[DATA FOR REVIEW Boundary: Start]

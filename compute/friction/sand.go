package friction

import (
	"math"

	"leat/compute"
	"leat/compute/section"
)

// SandRoughness is the law of Colebrook and White with the pipe diameter replaced by four hydraulic radii,
//
//	1/sqrt(f) = -2 log10(ks/(3.7*4R) + 2.51/(Re sqrt(f))),   Re = 4 R V/nu,   Sf = f V^2/(8 g R)
//
// (C. F. Colebrook 1939, Journal of the Institution of Civil Engineers 11; D = 4R after the ASCE Task Force on Friction
// Factors in Open Channels 1963), used at every Reynolds number, also where flow would be laminar or in transition.
//
// Where the logarithm's argument reaches 1, the law gives no conveyance: the roughness is as large as the flow is deep, or the
// flow so slow that the law has lost its meaning. At a given slope Argument tells; at a given discharge it happens
// exactly where the hydraulic radius is at most LeastRadius.
type SandRoughness struct {
	leastRadius float64 // ks/14.8, m
	viscosity   float64 // m2/s
	gravity     float64 // m/s2
}

// NewSandRoughness returns Colebrook and White's law for an equivalent sand roughness in m, a kinematic viscosity in m2/s and
// gravity in m/s2. It fails with compute.Faults where one of them is not positive or wildly out of the range of what occurs.
func NewSandRoughness(sandRoughness, viscosity, gravity float64) (Law, error) {
	var faults compute.Faults
	faults = within(faults, "sand_roughness", "sand roughness", sandRoughness, leastSand, greatestSand)
	faults = within(faults, "kinematic_viscosity", "kinematic viscosity", viscosity, leastViscosity, greatestViscosity)
	faults = within(faults, "gravity", "gravity", gravity, leastGravity, greatestGravity)
	if len(faults) > 0 {
		return nil, faults
	}
	return SandRoughness{leastRadius: sandRoughness / 14.8, viscosity: viscosity, gravity: gravity}, nil
}

// perLn is 2/ln(10): -2 log10(u) = -perLn ln(u).
const perLn = 2 / math.Ln10

// LeastRadius returns ks/14.8 in m: at this hydraulic radius and below there is no conveyance at any discharge or slope.
func (s SandRoughness) LeastRadius() float64 { return s.leastRadius }

// Argument returns the logarithm's argument of uniform flow at a friction slope; from 1 on there is no conveyance.
func (s SandRoughness) Argument(g section.Geometry, slope float64) float64 {
	radius := g.Area / g.Perimeter
	return s.leastRadius/radius + s.smooth(radius, slope)
}

// smooth returns the viscous part of the argument, 2.51 nu/(4R sqrt(8 g R S)).
func (s SandRoughness) smooth(radius, slope float64) float64 {
	return 2.51 * s.viscosity / (4 * radius * math.Sqrt(8*s.gravity*radius*slope))
}

// Reynolds returns the Reynolds number 4 R V/nu = 4 Q/(P nu) of a discharge in m3/s.
func (s SandRoughness) Reynolds(g section.Geometry, discharge float64) float64 {
	return 4 * discharge / (g.Perimeter * s.viscosity)
}

// AtSlope implements Law; the velocity at a slope is explicit.
func (s SandRoughness) AtSlope(g section.Geometry, slope float64) Conveyance {
	if !(g.Area > 0 && g.Perimeter > 0 && slope > 0) {
		return Conveyance{}
	}
	radius := g.Area / g.Perimeter
	rough := s.leastRadius / radius
	smooth := s.smooth(radius, slope)
	lack := (radius-s.leastRadius)/radius - smooth // 1 - argument, precise where the argument is near 1
	if !(lack > 0) {
		return Conveyance{}
	}
	argument := rough + smooth
	x := -perLn * logOf(argument, -lack)
	relative := g.TopWidth - radius*g.PerimeterRate // A (dR/dy)/R
	speed := math.Sqrt(8 * s.gravity * radius)
	return Conveyance{
		K:    speed * x * g.Area,
		Rate: speed * (x*(g.TopWidth+relative/2) + perLn*(rough+1.5*smooth)/argument*relative),
	}
}

// AtDischarge implements Law; 1/sqrt(f) is found to full precision, its derivative by implicit differentiation.
func (s SandRoughness) AtDischarge(g section.Geometry, discharge float64) Conveyance {
	if !(g.Area > 0 && g.Perimeter > 0 && discharge > 0) {
		return Conveyance{}
	}
	radius := g.Area / g.Perimeter
	rough := s.leastRadius / radius
	lack := (radius - s.leastRadius) / radius
	if !(lack > 0) {
		return Conveyance{}
	}
	smooth := 2.51 / s.Reynolds(g, discharge)
	x, _ := colebrook(rough, lack, smooth)
	relative := g.TopWidth - radius*g.PerimeterRate
	speed := math.Sqrt(8 * s.gravity * radius)
	// x + perLn ln(rough + smooth x) = 0 with d rough = -rough dR/R and d smooth = smooth dP/P.
	change := perLn * (rough*relative - smooth*x*radius*g.PerimeterRate) / (rough + smooth*x + perLn*smooth)
	return Conveyance{
		K:    speed * x * g.Area,
		Rate: speed * (x*(g.TopWidth+relative/2) + change),
	}
}

// Coefficients implements Law: the section is one, so both are 1.
func (s SandRoughness) Coefficients(section.Geometry) Coefficients { return one }

// Breaks implements Law: there are none that do not depend on the slope.
func (s SandRoughness) Breaks() []float64 { return nil }

// Form implements Law.
func (s SandRoughness) Form() Form { return Whole }

// DarcyFactor returns the Darcy-Weisbach friction factor f of Colebrook and White at a Reynolds number and a relative roughness
// ks/D (0 is smooth), and whether there is one: there is none where the relative roughness reaches 3.7.
func DarcyFactor(reynolds, relativeRoughness float64) (f float64, exists bool) {
	rough := relativeRoughness / 3.7
	if !(reynolds > 0 && rough >= 0 && rough < 1) {
		return 0, false
	}
	x, _ := colebrook(rough, 1-rough, 2.51/reynolds)
	return 1 / (x * x), true
}

// colebrook returns the root of
//
//	x + perLn ln(rough + smooth x) = 0,   0 <= rough < 1,  smooth > 0,  lack = 1 - rough
//
// and the number of Newton steps. The left side rises and is concave, and at x = lack/smooth it is x itself: Newton's
// first step from any point up to there stays above 0 and lands at or below the root, and from there the steps rise to it.
func colebrook(rough, lack, smooth float64) (x float64, steps int) {
	// First guess: one substitution from x = 8 (f = 1/64), or Newton's step from the upper limit where viscosity rules.
	limit := lack / smooth
	x = limit * (perLn * smooth / (1 + perLn*smooth))
	if substituted := -perLn * math.Log(rough+8*smooth); substituted > x {
		x = math.Min(substituted, limit)
	}
	for steps = 1; ; steps++ {
		argument := rough + smooth*x
		step := (x + perLn*logOf(argument, smooth*x-lack)) / (1 + perLn*smooth/argument)
		x -= step
		// The next error is at most half the square of the relative step, so it would be below rounding.
		if math.Abs(step) <= 1e-8*x || steps == 40 {
			return x, steps
		}
	}
}

// logOf returns ln(u), given u and u - 1, with full relative precision near u = 1.
func logOf(u, less float64) float64 {
	if u > 0.5 {
		return math.Log1p(less)
	}
	return math.Log(u)
}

[DATA FOR REVIEW Boundary: End]

**TASK DETAILS**
Nothing but the lines from the one containing "limit := lack / smooth" through the last line of the data above should be set down, word for word.

**RESPONSE TO THIS EXERCISE**
	limit := lack / smooth
	x = limit * (perLn * smooth / (1 + perLn*smooth))
	if substituted := -perLn * math.Log(rough+8*smooth); substituted > x {
		x = math.Min(substituted, limit)
	}
	for steps = 1; ; steps++ {
		argument := rough + smooth*x
		step := (x + perLn*logOf(argument, smooth*x-lack)) / (1 + perLn*smooth/argument)
		x -= step
		// The next error is at most half the square of the relative step, so it would be below rounding.
		if math.Abs(step) <= 1e-8*x || steps == 40 {
			return x, steps
		}
	}
}

// logOf returns ln(u), given u and u - 1, with full relative precision near u = 1.
func logOf(u, less float64) float64 {
	if u > 0.5 {
		return math.Log1p(less)
	}
	return math.Log(u)
}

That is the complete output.